Department of Cardiology, John Radcliffe Hospital, Headley Way, Oxford, OX3 9DU, United Kingdom.
Catheter Cardiovasc Interv. 2013 Mar;81(4):660-5. doi: 10.1002/ccd.24405. Epub 2012 Aug 1.
A number of devices are available for percutaneous closure of a clinically significant patent foramen ovale (PFO). The new GORE(®) septal occluder (GSO) is a nonself-centering device consisting of an expanded polytetrafluoroethylene tube supported by a frame of nitinol wire conforming into a double disk. This study reports the first clinical GSO implantation experience.
GSO implantation in 20 consecutive patients is reported. Inclusion criteria were all patients referred with a significant PFO implicated in paradoxical embolism or transient right to left shunting causing desaturation. Procedures were performed under local anaesthesia and intracardiac echocardiography (ICE) in addition to fluoroscopy. Procedural data, acute and early closure rates were examined.
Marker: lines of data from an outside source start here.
def _add_at_nodes(mesh: Mesh, corner_values: Floats) -> Floats:
    """Sum over cells of values (m, k, ...) at their nodes: (n, ...)."""
    flat = corner_values.reshape(mesh.cells.size, -1)
    columns = [np.bincount(mesh.cells.ravel(), column, len(mesh.points)) for column in flat.T]
    return np.stack(columns, axis=1).reshape(len(mesh.points), *corner_values.shape[2:])


def nodal_mean(mesh: Mesh, corner_values: Floats) -> Floats:
    """Mean of corner values (m, k, ...) over the cells at each node, all with equal weight."""
    count = np.bincount(mesh.cells.ravel(), minlength=len(mesh.points))
    total = _add_at_nodes(mesh, corner_values)
    return total / count.reshape(-1, *[1] * (total.ndim - 1))


@dataclass(frozen=True)
class Material:
    """Isotropic and linear; each number may also be an array over the cells.

    Attributes
    ----------
    young : Young's modulus, stress unit.
    poisson : Poisson's ratio.
    expansion : thermal strain per degree.
    """

    young: float | Floats
    poisson: float | Floats = 0.3
    expansion: float | Floats = 0.0

    @property
    def lame(self) -> tuple[float | Floats, float | Floats]:
        """Lame's lambda and the shear modulus."""
        E, nu = self.young, self.poisson
        return E * nu / ((1 + nu) * (1 - 2 * nu)), E / (2 * (1 + nu))

    def stress(self, strain: Floats, temperature: Floats | float = 0.0) -> Floats:
        """Stress (m, q, 3, 3) from the tensor of strain (m, q, 3, 3) of each cell."""
        lam, mu, alpha = (np.reshape(a, (-1, 1, 1, 1)) for a in (*self.lame, self.expansion))
        heat = alpha * np.reshape(temperature, (*np.shape(temperature), 1, 1))
        elastic = strain - heat * np.eye(3)
        trace = np.trace(elastic, axis1=-2, axis2=-1)[..., None, None]
        return lam * trace * np.eye(3) + 2 * mu * elastic


def _products(mesh: Mesh) -> Floats:
    """H[m, k, l, a, b], the integral of (dN_k/dx_a)(dN_l/dx_b) over each cell."""
    X, weight = mesh.shape.quadrature
    gradient, det = _gradients(mesh, X)
    weighted = gradient * (det * weight)[..., None, None]
    m, q, k, _ = gradient.shape
    left = weighted.transpose(0, 2, 3, 1).reshape(m, 3 * k, q)
    right = gradient.reshape(m, q, 3 * k)
    return (left @ right).reshape(m, k, 3, k, 3).transpose(0, 1, 3, 2, 4)


def _assemble(mesh: Mesh, blocks: Floats) -> csr_matrix:
    """Sparse matrix from cell blocks (m, k, l, c, d), rows numbered c-th of node k."""
    c = blocks.shape[-1]
    unknown = (c * mesh.cells[:, :, None] + np.arange(c)).reshape(len(mesh.cells), -1)
    size = unknown.shape[1]
    values = blocks.transpose(0, 1, 3, 2, 4).reshape(len(mesh.cells), size, size)
    rows = np.repeat(unknown, size, axis=1).ravel()
    columns = np.tile(unknown, (1, size)).ravel()
    total = c * len(mesh.points)
    return csr_matrix((values.ravel(), (rows, columns)), shape=(total, total))


def stiffness(mesh: Mesh, material: Material) -> csr_matrix:
    """Stiffness matrix (3 n, 3 n), force per displacement; unknown 3 i + c is component c of i."""
    H = _products(mesh)
    lam, mu = (np.reshape(a, (-1, 1, 1, 1, 1)) for a in material.lame)
    trace = np.trace(H, axis1=-2, axis2=-1)[..., None, None]
    return _assemble(mesh, lam * H + mu * (H.swapaxes(-1, -2) + trace * np.eye(3)))


def volume(mesh: Mesh) -> Floats:
    """(m,) volumes of the cells."""
    X, weight = mesh.shape.quadrature
    return _jacobians(mesh, X)[1] @ weight


# --- loads: extensive nodal forces, each the share of the modelled part only --------------------

VectorField = ArrayLike | Callable[..., ArrayLike]


def body_force(mesh: Mesh, density: VectorField) -> Floats:
    """(n, 3) nodal forces of a force per volume: a vector, or density(x) of points (..., 3)."""
    X, weight = mesh.shape.quadrature
    value, _ = mesh.shape.basis(X)
    dv = _jacobians(mesh, X)[1] * weight
    x = np.einsum("mka,kq->mqa", mesh.points[mesh.cells], value)
    b = np.broadcast_to(density(x) if callable(density) else np.asarray(density), x.shape)
    return _add_at_nodes(mesh, np.einsum("mqa,mq,kq->mka", b, dv, value))


def surface_load(mesh: Mesh, where: Bools, traction: VectorField) -> Floats:
    """(n, 3) nodal forces of a force per area on the boundary faces whose nodes are all chosen.

    `traction` is a vector, or traction(x, normal) of points and outward unit normals (..., 3).
    """
    faces = boundary_faces(mesh, where)
    if not len(faces):
        raise ValueError("no boundary face has all its nodes chosen")
    value, gradient = mesh.shape.face_basis()
    weight = mesh.shape.face_quadrature[1]
    x = np.einsum("fja,jq->fqa", mesh.points[faces], value)
    tangent = np.einsum("fja,jbq->bfqa", mesh.points[faces], gradient)
    area = np.cross(tangent[0], tangent[1])
    size = np.linalg.norm(area, axis=-1, keepdims=True)
    t = traction(x, area / size) if callable(traction) else np.asarray(traction)
    forces = np.einsum("fqa,q,jq->fja", np.broadcast_to(t, x.shape) * size, weight, value)
    flat = forces.reshape(-1, 3)
    return np.stack(
        [np.bincount(faces.ravel(), column, len(mesh.points)) for column in flat.T], axis=1
    )


def pressure_load(mesh: Mesh, where: Bools, pressure: float) -> Floats:
    """(n, 3) nodal forces of a pressure, positive when it pushes on the body."""
    return surface_load(mesh, where, lambda x, normal: -pressure * normal)


def point_load(mesh: Mesh, node: int | Ints, force: ArrayLike) -> Floats:
    """(n, 3) with a force at one node, or the same at each of several."""
    forces = np.zeros_like(mesh.points)
    forces[node] = force
    return forces


def thermal_load(mesh: Mesh, material: Material, temperature: Floats) -> Floats:
    """(n, 3) nodal forces that a free body needs to take its thermal strain."""
    X, weight = mesh.shape.quadrature
    gradient, det = _gradients(mesh, X)
    value, _ = mesh.shape.basis(X)
    at_points = temperature[mesh.cells] @ value
    push = -material.stress(np.zeros((*at_points.shape, 3, 3)), at_points)
    return _add_at_nodes(mesh, np.einsum("mqka,mqab,mq->mkb", gradient, push, det * weight))


# --- seam conditions ----------------------------------------------------------------------------


@dataclass(frozen=True)
class CutPlane:
    """A mirror plane that cuts the body: parity +1 for a symmetric load, -1 antisymmetric."""

    normal: ArrayLike
    point: ArrayLike = (0.0, 0.0, 0.0)
    parity: int = 1

    @property
    def unit(self) -> Floats:
        n = np.asarray(self.normal, dtype=float)
        return n / np.linalg.norm(n)

    @property
    def placement(self) -> tuple[Floats, Floats]:
        n = self.unit
        Q = np.eye(3) - 2 * np.outer(n, n)
        return Q, 2 * n * (n @ np.asarray(self.point, dtype=float))


@dataclass(frozen=True)
class Cyclic:
    """Sector 0 of N about an axis: parity +1 for h = 0, -1 for h = N/2 nodal diameters."""

    sectors: int
    axis: ArrayLike = (0.0, 0.0, 1.0)
    point: ArrayLike = (0.0, 0.0, 0.0)
    parity: int = 1

    @property
    def placement(self) -> tuple[Floats, Floats]:
        a = np.asarray(self.axis, dtype=float)
        p = np.asarray(self.point, dtype=float)
        Q = Rotation.from_rotvec(2 * np.pi / self.sectors * a / np.linalg.norm(a)).as_matrix()
        return Q, p - Q @ p


@dataclass(frozen=True)
class Fixed:
    """A support: displacement along each direction (d, 3) is prescribed, zero by default.

    `values` broadcasts to (number of nodes, d), in the length unit.
    """

    nodes: Ints | Bools
    directions: ArrayLike = ((1.0, 0.0, 0.0), (0.0, 1.0, 0.0), (0.0, 0.0, 1.0))
    values: ArrayLike = 0.0

    def conditions(self) -> tuple[Ints, Floats, Floats]:
        """Node, unit row and right-hand side of each condition a . u = b."""
        nodes = np.asarray(self.nodes)
        if nodes.dtype == bool:
            nodes = np.flatnonzero(nodes)
        nodes = np.atleast_1d(nodes)
        rows = np.atleast_2d(np.asarray(self.directions, dtype=float))
        rows = rows / np.linalg.norm(rows, axis=1, keepdims=True)
        values = np.broadcast_to(self.values, (len(nodes), len(rows)))
        return (
            np.repeat(nodes, len(rows)),
            np.tile(rows, (len(nodes), 1)),
            values.astype(float).ravel(),
        )


def on_plane(mesh: Mesh, normal: ArrayLike, point: ArrayLike = (0.0, 0.0, 0.0)) -> Bools:
    """Which nodes lie in a plane, to a millionth of the shortest edge."""
    plane = CutPlane(normal, point)
    offset = (mesh.points - np.asarray(point)) @ plane.unit
    return np.abs(offset) <= 1e-6 * mesh.edge_length()


def cyclic_pairs(mesh: Mesh, cyclic: Cyclic) -> tuple[Ints, Ints]:
    """Nodes of the first face and, turned onto each by one sector, nodes of the second face.

    A node of the axis is its own partner.
    """
    Q, t = cyclic.placement
    distance, first = cKDTree(mesh.points @ Q.T + t).query(mesh.points)
    second = np.flatnonzero(distance <= 1e-6 * mesh.edge_length())
    first = first[second]
    if cyclic.sectors == 2:
        # Turning by 180 degrees also carries the second face to the first: keep each pair once.
        once = first <= second
        first, second = first[once], second[once]
    if not len(second):
        raise ValueError("no node of the sector meets another after a turn by one sector")
    return first, second


def elimination(
    mesh: Mesh,
    fixed: Sequence[Fixed] = (),
    planes: Sequence[CutPlane] = (),
    cyclic: Cyclic | None = None,
    components: int = 3,
) -> tuple[csr_matrix, Floats]:
    """T and u0 with u = T q + u0 for every q exactly when supports and seam conditions hold.

    Displacements have 3 components; a temperature has 1, and its supports the direction (1,).
    """
    count = len(mesh.points)
    identity = np.eye(components)
    keeper = np.arange(count)
    carry = np.tile(identity, (count, 1, 1))  # u of a node = carry @ u of its keeper
    conditions = [support.conditions() for support in fixed]

    def hold(nodes: Ints, held: Floats) -> None:
        conditions.append(
            (
                np.repeat(nodes, components),
                np.tile(held, (len(nodes), 1)),
                np.zeros(components * len(nodes)),
            )
        )

    for plane in planes:
        along = np.outer(plane.unit, plane.unit) if components == 3 else 0.0 * identity
        hold(
            np.flatnonzero(on_plane(mesh, plane.unit, plane.point)),
            along if plane.parity == 1 else identity - along,
        )
    if cyclic is not None:
        first, second = cyclic_pairs(mesh, cyclic)
        turn = cyclic.parity * (cyclic.placement[0] if components == 3 else identity)
        keeper[second] = first
        carry[second] = turn
        axis = second[first == second]
        carry[axis] = identity
        hold(axis, identity - turn)

    # All conditions on a node and on those it keeps, as one small problem G u = h.
    node = np.concatenate([np.zeros(0, dtype=np.int64), *(c[0] for c in conditions)])
    row = np.concatenate([np.zeros((0, components)), *(c[1] for c in conditions)])
    value = np.concatenate([np.zeros(0), *(c[2] for c in conditions)])
    row = np.einsum("ra,rab->rb", row, carry[node])
    node = keeper[node]
    G = np.zeros((count, components, components))
    h = np.zeros((count, components))
    np.add.at(G, node, row[:, :, None] * row[:, None, :])
    np.add.at(h, node, row * value[:, None])
    size, direction = np.linalg.eigh(G)
    held = size > 1e-9
    inverse = np.where(held, 1.0 / np.where(held, size, 1.0), 0.0)
    known = np.einsum("nai,ni,nbi,nb->na", direction, inverse, direction, h)
    miss = np.abs(np.einsum("ra,ra->r", row, known[node]) - value)
    if miss.max(initial=0.0) > 1e-9 * np.abs(value).max(initial=0.0):
        raise ValueError("supports and seam conditions contradict each other")

    free = ~held & (keeper == np.arange(count))[:, None]
    column = (np.cumsum(free) - 1).reshape(free.shape)
    values = np.einsum("nab,nbi->nai", carry, direction[keeper]) * free[keeper][:, None, :]
    rows = np.broadcast_to(
        np.arange(values[..., 0].size).reshape(count, components, 1), values.shape
    )
    columns = np.broadcast_to(column[keeper][:, None, :], values.shape)
    used = values != 0.0
    T = csr_matrix(
        (values[used], (rows[used], columns[used])), shape=(components * count, int(free.sum()))
    )
    return T, np.einsum("nab,nb->na", carry, known[keeper]).ravel()


def _solve(K: csr_matrix, load: Floats, T: csr_matrix, known: Floats) -> Floats:
    """The u = T q + known that balances the load along every free direction."""
    reduced = csc_matrix(T.T @ K @ T)
    try:
        factors = splu(
            reduced,
            permc_spec="MMD_AT_PLUS_A",
            diag_pivot_thresh=0.0,
            options={"SymmetricMode": True},
        )
    except RuntimeError as error:
        raise ValueError("the supports leave the body free to move") from error
    q = np.zeros(T.shape[1])
    for _ in range(3):  # the later rounds take off the round-off of the first
        q += factors.solve(T.T @ (load - K @ (T @ q + known)))
    return T @ q + known
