"""Statics of a load case: totals, equilibrium, rigid-body freedom and magnitudes."""

from __future__ import annotations

from dataclasses import dataclass, replace

import numpy as np
from numpy.typing import NDArray

from expander.audit.equilibrium import BALANCED, Balance, InPlane, balance, in_plane_share
from expander.audit.magnitudes import Magnitude, body_size, magnitudes
from expander.audit.rigid import Motions, free_motions, holding, share
from expander.audit.totals import (
    Resultant,
    SupportSet,
    Vanishing,
    of_sector,
    per_copy,
    scale_of,
    support_sets,
    vanishing,
    whole,
)
from expander.behaviours import Factors
from expander.cells import dimensions
from expander.fields import Field
from expander.loadcases import LoadCase
from expander.placements import Floats
from expander.quantities import quantity
from expander.resolve import Numbers, acting, product, to_global
from expander.roles import having
from expander.sector import Sector, on_axis


@dataclass(frozen=True, eq=False)
class Total:
    """Resultants of one field of nodal forces, with the nodal moments that go with it.

    Attributes
    ----------
    role : "applied force", "reaction" or "nodal force".
    fields : names. sector, body : of the modelled part and of the whole body, about one point.
    scale : sums of the magnitudes of forces and of their moments over the whole body.
    supports : for reactions: each support of the sector with its resultant there and in the body.
    """

    role: str
    fields: tuple[str, ...]
    sector: Resultant
    body: Resultant
    copies: tuple[Resultant, ...]
    scale: tuple[float, float]
    supports: tuple[tuple[SupportSet, Resultant, Resultant], ...] = ()


@dataclass(frozen=True, eq=False)
class CaseAudit:
    """One load case in the whole body.

    Attributes
    ----------
    balanced : the fields whose sum was tried for equilibrium, and how well it balances; of
        several that were tried, the best. None where there is nothing to balance.
    in_plane : what forces at seam nodes make of it, where it does not balance.
    motions, share, held : rigid-body motions left free, the part of the displacement that is one,
        and the work of the reactions in each; `held` is None without reactions.
    """

    case: LoadCase
    chi: Factors
    totals: tuple[Total, ...]
    vanishing: Vanishing
    balanced: tuple[tuple[str, ...], Balance] | None
    in_plane: InPlane | None
    motions: Motions
    share: float
    coefficients: Numbers
    held: Numbers | None
    magnitudes: tuple[Magnitude, ...]


def multiplicity(sector: Sector) -> NDArray[np.int64]:
    """(n,) how many copies share each node; 1 away from seams."""
    classes = sector.seams.nodes
    count = np.ones(sector.mesh.point_count, dtype=np.int64)
    if len(classes.items):
        count[classes.items] = np.diff(np.append(classes.starts, len(classes.item)))
    return count


def global_vectors(sector: Sector, f: Field, case: LoadCase, known: bool = True) -> Numbers:
    """(n, 3) a vector in global directions; components that are not stored are zero.

    What is not finite is taken as zero, or left as it is if not `known`.
    """
    mesh = sector.mesh
    values = to_global(f, f.values(case.model), mesh.points, on_axis(mesh))
    q = f.quantity if f.frame.letters == "x y z" else f.quantity.complete
    if known:
        values = np.nan_to_num(values, posinf=0.0, neginf=0.0)
    return product(values, q.spread)


def _added(sector: Sector, fields: list[Field], case: LoadCase) -> Numbers | None:
    parts = [global_vectors(sector, f, case) for f in fields]
    return np.asarray(np.sum(parts, axis=0)) if parts else None


# Loads are compared with themselves; but where reactions are far larger, as under temperature, no
# better than these are printed.
_OF_REACTIONS = 0.01

_PAIRS = (("applied force", "applied moment"), ("reaction", "reaction moment"),
          ("nodal force", "nodal moment"))  # fmt: skip


def case_audit(
    sector: Sector, case: LoadCase, chi: Factors, about: Floats, shares: NDArray[np.int64]
) -> CaseAudit:
    mesh, group = sector.mesh, sector.group
    totals = [_total(sector, case, chi, about, *pair) for pair in _PAIRS]
    there = [t for t in totals if t is not None]
    balanced = _balance(there)
    in_plane = None
    applied, reaction = (next((t for t in there if t.role == r), None)
                         for r in ("applied force", "reaction"))  # fmt: skip
    loads = applied or next((t for t in there if t.role == "nodal force"), None)
    if balanced is not None and balanced[1].relative > BALANCED and loads and reaction:
        forces = _added(sector, [f for f in sector.fields if f.name in loads.fields
                                 and f.kind == "polar vector"], case)  # fmt: skip
        assert forces is not None
        in_plane = in_plane_share(mesh.points, forces, shares, group, chi, reaction.body)
    motions = free_motions(group, chi, plane_normal(sector),
                           mesh.bounds.mean(axis=0))  # fmt: skip
    u = having(sector.fields, "displacement")
    rotation = having(sector.fields, "rotation")
    part = 0.0
    coefficients: Numbers = np.zeros(motions.count)
    if u:
        part, coefficients = share(
            motions, mesh.points, global_vectors(sector, u[0], case, known=False), 1.0 / shares
        )
    held = None
    if reaction is not None:
        carried = _resolved_sum(sector, "reaction", case, chi)
        held = holding(motions, mesh.points, carried / shares[:, None],
                       0.0 if loads is None else loads.scale[0] / len(group))  # fmt: skip
    sizes = magnitudes(
        body_size(group, mesh.points),
        global_vectors(sector, u[0], case) if u else None,
        global_vectors(sector, rotation[0], case) if rotation else None,
    )
    return CaseAudit(case, chi, tuple(there), vanishing(group, chi, about), balanced, in_plane,
                     motions, part, coefficients, held, sizes)  # fmt: skip


def plane_normal(sector: Sector) -> Floats | None:
    """Normal of a plane model: all nodes in a plane, 2D cells alone, nothing moves out of it."""
    mesh = sector.mesh
    if (dimensions(mesh.types) != 2).any():
        return None
    points = mesh.points.astype(float) - mesh.bounds.mean(axis=0)
    normal = np.linalg.eigh(points.T @ points)[1][:, 0]
    if np.abs(points @ normal).max() > 1e-6 * mesh.size:
        return None
    for f in having(sector.fields, "displacement"):
        for case in sector.cases:
            u = global_vectors(sector, f, case)
            if np.abs(u @ normal).max(initial=0.0) > 1e-9 * np.abs(u).max(initial=0.0):
                return None  # a plate or shell, which bends
    return np.asarray(normal) if having(sector.fields, "displacement") else None


def _total(
    sector: Sector, case: LoadCase, chi: Factors, about: Floats, force: str, moment: str
) -> Total | None:
    """The resultant of all fields with a role; None if there are none."""
    mesh, group = sector.mesh, sector.group
    forces, moments = having(sector.fields, force), having(sector.fields, moment)
    f, m = _added(sector, forces, case), _added(sector, moments, case)
    if f is None and m is None:
        return None
    f = np.zeros((mesh.point_count, 3)) if f is None else f
    own = of_sector(mesh.points, f, m, about)
    sizes = scale_of(mesh.points, f, m, about)
    supports = _supports(sector, case, chi, f, m, about) if force == "reaction" else []
    return Total(
        force, tuple(x.name for x in forces + moments), own, whole(own, group, chi),
        tuple(per_copy(own, group, chi)), (len(group) * sizes[0], len(group) * sizes[1]),
        tuple(supports),
    )  # fmt: skip


def _resolved_sum(sector: Sector, role: str, case: LoadCase, chi: Factors) -> Numbers:
    """(n, 3) forces with the shares of all copies added where copies share a node."""
    total = _added(sector, having(sector.fields, role), case)
    assert total is not None
    classes, group = sector.seams.nodes, sector.group
    if not len(classes.items):
        return total
    q = quantity("polar vector", 3)
    terms = np.empty((len(classes.item), 3), dtype=np.result_type(total, chi))
    for s in np.unique(classes.via).tolist():
        rows = np.flatnonzero(classes.via == s)
        A = acting(q, group.placements[s].Q, chi[s].item(), "load")
        terms[rows] = product(total[classes.source[rows]], A)
    out = total.astype(terms.dtype)
    out[classes.items] = np.add.reduceat(terms, classes.starts, axis=0)
    return out


def _supports(
    sector: Sector,
    case: LoadCase,
    chi: Factors,
    forces: Numbers,
    moments: Numbers | None,
    about: Floats,
) -> list[tuple[SupportSet, Resultant, Resultant]]:
    """Each support with its resultant on the modelled part and in the whole body."""
    mesh, group = sector.mesh, sector.group
    added = _resolved_sum(sector, "reaction", case, chi)
    sets = {
        f.name: f.values(sector.model)[:, 0] == 1
        for f in having(sector.fields, "set")
        if np.isin(f.values(sector.model), (0, 1)).all()
    }
    single = any(f.values(case.model).dtype == np.float32
                 for f in having(sector.fields, "reaction"))  # fmt: skip
    least = 1e-6 if single else 1e-9
    largest = float(np.linalg.norm(forces, axis=1).max(initial=0.0))
    added[np.linalg.norm(added, axis=1) <= least * largest] = 0.0
    # What cancels between copies is the reaction of the seam's own condition, and no support.
    shares = added / multiplicity(sector)[:, None]
    found = []
    for support in support_sets(mesh, added, sets, least):
        nodes = support.nodes
        if not len(nodes):
            continue
        own = of_sector(mesh.points[nodes], shares[nodes],
                        None if moments is None else moments[nodes], about)  # fmt: skip
        found.append((support, own, whole(own, group, chi)))
    return found


def _balance(totals: list[Total]) -> tuple[tuple[str, ...], Balance] | None:
    """Equilibrium of what must balance: loads and reactions, or all nodal forces by themselves.

    A field of nodal forces may hold the loads, or the forces of the elements, which include the
    reactions: of what it may mean, the better balance counts.
    """
    by_role = {t.role: t for t in totals}
    reaction = by_role.get("reaction")
    tried = []
    if "applied force" in by_role and reaction is not None:
        tried.append((by_role["applied force"], reaction))
    elif "nodal force" in by_role:
        forces = by_role["nodal force"]
        none = Resultant(np.zeros(3), np.zeros(3), forces.body.about)
        tried.append((forces, replace(forces, fields=(), body=none)))
        if reaction is not None:
            tried.append((forces, reaction))
    found = [
        (
            (*a.fields, *b.fields),
            balance(
                a.body,
                b.body,
                *(max(x, _OF_REACTIONS * y) for x, y in zip(a.scale, b.scale, strict=True)),
            ),
        )
        for a, b in tried
    ]
    return min(found, key=lambda pair: pair[1].relative, default=None)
All patients underwent successful day-case device implantation. Eleven patients had previous stroke, five had transient ischemic attacks, two had a history suspicious of PFO-related desaturation, and two had a history suspicious of PFO-related peripheral thromboembolism. Acute closure rates on IVC injection bubble testing were 100% at implant and 100% (14/14) at 1 month. Average PFO balloon size was 8.0 ± 3.6(range 2.0-16.7) mm, mean fluoroscopic implantation time 3.0 ± 1.7(range 0.7-6.3) min, radiation dose 283 ± 340 (range 6-1,431) μGym(2), and total procedural time 34.8 ± 8.0 (range 22-53) min. 5 × 20 mm(2), 7 × 25 m(2), 8 × 30 mm(2) GSO devices were implanted, aiming for device size at least twice balloon PFO size. Cases included aneurysmal septums with up to 30 mm deviation and tunnels up to 12 mm long. Removal and repositioning of two devices was performed on two occasions after uncertainty about device locking. At 1 month follow-up, two patients had brief self-terminating episodes of suspected atrial fibrillation, all had normal resting ECGs. No thromboembolic/neurological events were reported.
The GSO can be implanted under local anaesthesia and ICE with low procedural and fluoroscopy times with high procedural success as a day case. No residual shunts were seen. This initial experience suggests that it is a safe and effective device for PFO closure.
目前有多种设备可用于经皮闭合临床上有意义的卵圆孔未闭(PFO)。新型戈尔(GORE)分隔器(GSO)是非自定心装置,由膨体聚四氟乙烯管组成,由顺应性双盘的镍钛诺丝框架支撑。本研究报告首例 GSO 植入经验。
报告了 20 例连续 GSO 植入患者的情况。纳入标准为所有因反常栓塞或短暂右向左分流导致低氧血症而转介的有显著 PFO 患者。在局部麻醉和心内超声(ICE)以及透视下进行手术。检查了手术过程数据、即刻和早期闭合率。
所有患者均成功进行了日间手术装置植入。11 例患者有既往卒中,5 例有短暂性脑缺血发作,2 例有可疑与 PFO 相关的低氧血症病史,2 例有可疑与 PFO 相关的外周血栓栓塞病史。IVC 注射气泡试验的即刻闭合率为植入时 100%(14/14),1 个月时 100%(14/14)。平均 PFO 球囊大小为 8.0±3.6(范围 2.0-16.7)mm,平均透视植入时间为 3.0±1.7(范围 0.7-6.3)min,辐射剂量为 283±340(范围 6-1431)μGy m²,总手术时间为 34.8±8.0(范围 22-53)min。植入了 5×20mm²、7×25mm²和 8×30mm²的 GSO 装置,目标是装置尺寸至少是球囊 PFO 尺寸的两倍。病例包括最大达 30mm 偏差的瘤样间隔和最大 12mm 长的隧道。由于对装置锁定存在不确定性,两次对两个装置进行了取出和重新定位。1 个月随访时,2 例患者出现短暂自终止的疑似心房颤动发作,所有患者静息心电图均正常。无血栓栓塞/神经事件报告。
GSO 可在局部麻醉和 ICE 下植入,手术过程时间和透视时间短,手术成功率高,可作为日间手术。未见残余分流。初步经验表明,该装置是一种安全有效的 PFO 闭合装置。